# Accuracy for Dummies, Part 6: Obtusity

Last time we saw that the set of probability assignments is convex. Today we’re going to show that convex sets have a special sort of “obtuse” relationship with outsiders. Given a point outside a convex set, there is always a point in the set that forms a right-or-obtuse angle with it.

Recall our 2D diagram from the first post. The convex set of interest here is the diagonal line segment from $(0,1)$ to $(1,0)$:

For any point outside the diagonal, like $c^*$, there is a point like $c’$ on it that forms a right angle with all other points on the diagonal.

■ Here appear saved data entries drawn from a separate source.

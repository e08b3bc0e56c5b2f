"""Sentences with known numbers. Per cent of the rate is 100 (e^J - 1), worked out beside each case."""

from __future__ import annotations

import math

import numpy as np
import pytest

from kernelfit.errors import Unavailable
from kernelfit.report import words
from kernelfit.report.words import Estimate


def jump(*percent: float) -> Estimate:
    """J with its interval, from changes of the rate in per cent."""
    return Estimate(*(math.log1p(p / 100.0) for p in percent))


TAU = Estimate(0.013, 0.011, 0.015)


def headline(j: Estimate, tau: Estimate = TAU, *, link: str = "exp", fixed: bool = False) -> str:
    text = words.one_spike_sentence(200.0, j, tau, link=link, level=0.95, leak_fixed=fixed)
    return text


def test_raising():
    assert headline(jump(12, 9, 15)) == (
        "One spike at 200 µm raises the rate by 12 % (95 % interval 9 to 15 %), "
        "fading with a time constant of 13 ms (11 to 15)."
    )


def test_lowering_turns_the_interval_round():
    assert headline(jump(-12, -15, -9)).startswith(
        "One spike at 200 µm lowers the rate by 12 % (95 % interval 9 to 15 %), fading"
    )


def test_an_interval_that_holds_zero_leaves_the_direction_open():
    text = headline(jump(2, -1, 5))
    assert "changes the rate by 2 % (95 % interval \N{MINUS SIGN}1 to 5 %), so its direction is open" in text


def test_strong_coupling_is_told_as_a_factor():
    # ln 4 = 1.386, ln 3.5, ln 4.5
    assert "multiplies the rate by 4.0 (95 % interval 3.5 to 4.5)" in headline(jump(300, 250, 350))


def test_a_fixed_leak_has_no_interval():
    text = headline(jump(12, 9, 15), Estimate(0.02), fixed=True)
    assert text.endswith(", fading with the time constant it was given, 20 ms.")


def test_what_could_not_be_estimated_says_why():
    missing = Estimate(math.nan, reason="faster than a bin")
    assert "time constant could not be estimated: faster than a bin" in headline(jump(12, 9, 15), missing)
    assert "has an effect that could not be estimated: no pairs" in headline(Estimate(math.nan, reason="no pairs"))


def test_other_links_speak_of_the_drive():
    text = headline(Estimate(0.113, 0.086, 0.140), link="softplus")
    assert "raises the drive by 0.113 (95 % interval 0.086 to 0.140)" in text
    assert "rate" not in text.split(", fading")[0]


def test_effects_at_several_distances():
    text = words.distances_sentence(
        np.array([100.0, 400.0, 800.0]), (jump(15, 12, 18), jump(4.1, 2.2, 6.0), jump(0.02, 0.01, 0.04)), "exp"
    )
    assert text == (
        "Farther away the change of the rate is 15 % (12 to 18) at 100 µm, 4.1 % (2.2 to 6.0) at 400 µm and "
        "below 0.1 % at 800 µm."
    )
    assert words.distances_sentence(np.array([100.0]), (Estimate(math.nan),), "exp") == ""


@pytest.mark.parametrize(
    ("ratios", "wanted"),
    [
        ([3.1, 3.1], "are 3.1 times those"),
        ([2.0, 4.26], "are 2.0 to 4.3 times those"),
        ([0.9, 1.05], "scatter as the model says"),
        ([math.nan], "cannot be compared"),
    ],
)
def test_sureness(ratios, wanted):
    assert wanted in words.sureness_sentence(100, 36.0, np.array(ratios))


def test_worth_is_the_square_of_the_ratio():
    assert "9 times shorter" in words.worth_sentence(3.0)
    assert words.worth_sentence(1.1) == ""
    assert words.worth_sentence(math.nan) == ""


def test_goodness():
    text = words.goodness_sentence(35, 4, 0.042, 0.05)
    assert text.startswith("The model describes the spike times of 31 of the 35 units tested (")
    assert "p = 0.042" in text
    assert "all 35 units" in words.goodness_sentence(35, 0, 0.4, 0.05)
    assert "nothing speaks against it" in words.goodness_sentence(35, 0, 0.4, 0.05)
    assert "does not describe the spike times of any of the 35 units" in words.goodness_sentence(35, 35, 0.0, 0.05)
    assert words.goodness_sentence(0, 0, math.nan, 0.05).startswith("No unit")
    assert "does not describe the spike times of the one unit" in words.goodness_sentence(1, 1, math.nan, 0.05)


def test_the_size_of_the_misfit():
    # median of 0.1, 0.2, 0.4 is 0.2
    text = words.misfit_sentence(np.array([0.4, 0.1, math.nan, 0.2]))
    assert text == (
        "Between the observed and the expected share of a unit's intervals the largest difference is 0.20 in the "
        "median unit, 0.40 in the worst."
    )
    assert words.misfit_sentence(np.array([math.nan])) == ""


def test_gain_over_constant_rates():
    text = words.explained_sentence(0.1063, 0.278, own_spikes=False)
    assert text == "Over constant rates, coupling explains 11 % of the deviance, 0.28 bits per spike."
    # own spikes have their part in the gain: it must not be read as that of the coupling
    assert "coupling and units' own earlier spikes together" in words.explained_sentence(0.1, 0.2, own_spikes=True)
    assert "could not be estimated: there is no spike" in words.explained_sentence(
        Unavailable("there is no spike in the likelihood."), 0.2, own_spikes=True
    )


def test_an_effect_the_recording_does_not_bound():
    text = words.not_ruled_out_sentence(80.0, Estimate(0.0, -6e19, 6e19), "exp", 0.95)
    assert text == "At 80 µm no effect can be ruled out, however large: the recording does not bound it."


def test_two_units_are_both_or_neither():
    assert "both units tested" in words.goodness_sentence(2, 0, 0.4, 0.05)
    assert "either of the two units tested" in words.goodness_sentence(2, 2, 0.4, 0.05)
    assert "either of the two units tested" in words.rejected_sentence(2, 2, 0.05)


def test_most_units_are_more_than_half():
    assert not words.mostly_rejected(0, 0)
    assert not words.mostly_rejected(10, 5)
    assert words.mostly_rejected(10, 6)
    text = words.rejected_sentence(10, 6, 0.05)
    assert text.startswith("The model does not describe the spike times of 6 of the 10 units tested (time rescaling")
    assert "intervals do not cover what it misses" in text
    assert "any of the 10 units tested" in words.rejected_sentence(10, 10, 0.05)


def test_passing_with_few_spikes_says_little():
    text = words.few_spikes_sentence(np.array([8.0, 20.0]), np.array([300.0, 500.0, 400.0]))
    assert text.startswith("The units that pass have a median of 14 spikes, those that fail a median of 400")
    assert "has 1 spike, the one that fails 9" in words.few_spikes_sentence(np.array([1.0]), np.array([9.0]))
    assert words.few_spikes_sentence(np.array([200.0]), np.array([400.0])) == ""
    assert words.few_spikes_sentence(np.array([8.0]), np.array([])) == ""


def test_units_without_a_test_are_counted():
    assert words.untested_sentence(58, 50).startswith("8 of the 58 units are not tested")
    assert words.untested_sentence(58, 58) == ""


def test_no_praise_and_no_exclamation():
    for text in words.CAUTIONS:
        assert "!" not in text
        assert text.endswith(".")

As a result, $c’$ is closer to all other points on the diagonal than $c^*$ is. In particular, $c’$ is closer to both vertices, so it’s always more accurate than $c^*$. It’s “closer to the truth”.

The insider point $c’$ that we used in this case is the closest point on the diagonal to $c^*$. That’s what licenses the right-triangle reasoning here. Today we’re generalizing this strategy to $n$ dimensions.


# Arithmetic with Arrows

You’re familiar with arithmetic in one dimension: adding, subtracting, and multiplying single numbers. What about points in $n$ dimensions?

We introduced two ideas for arithmetic with points last time. We’ll add a few more today, and also talk about what they mean geometrically.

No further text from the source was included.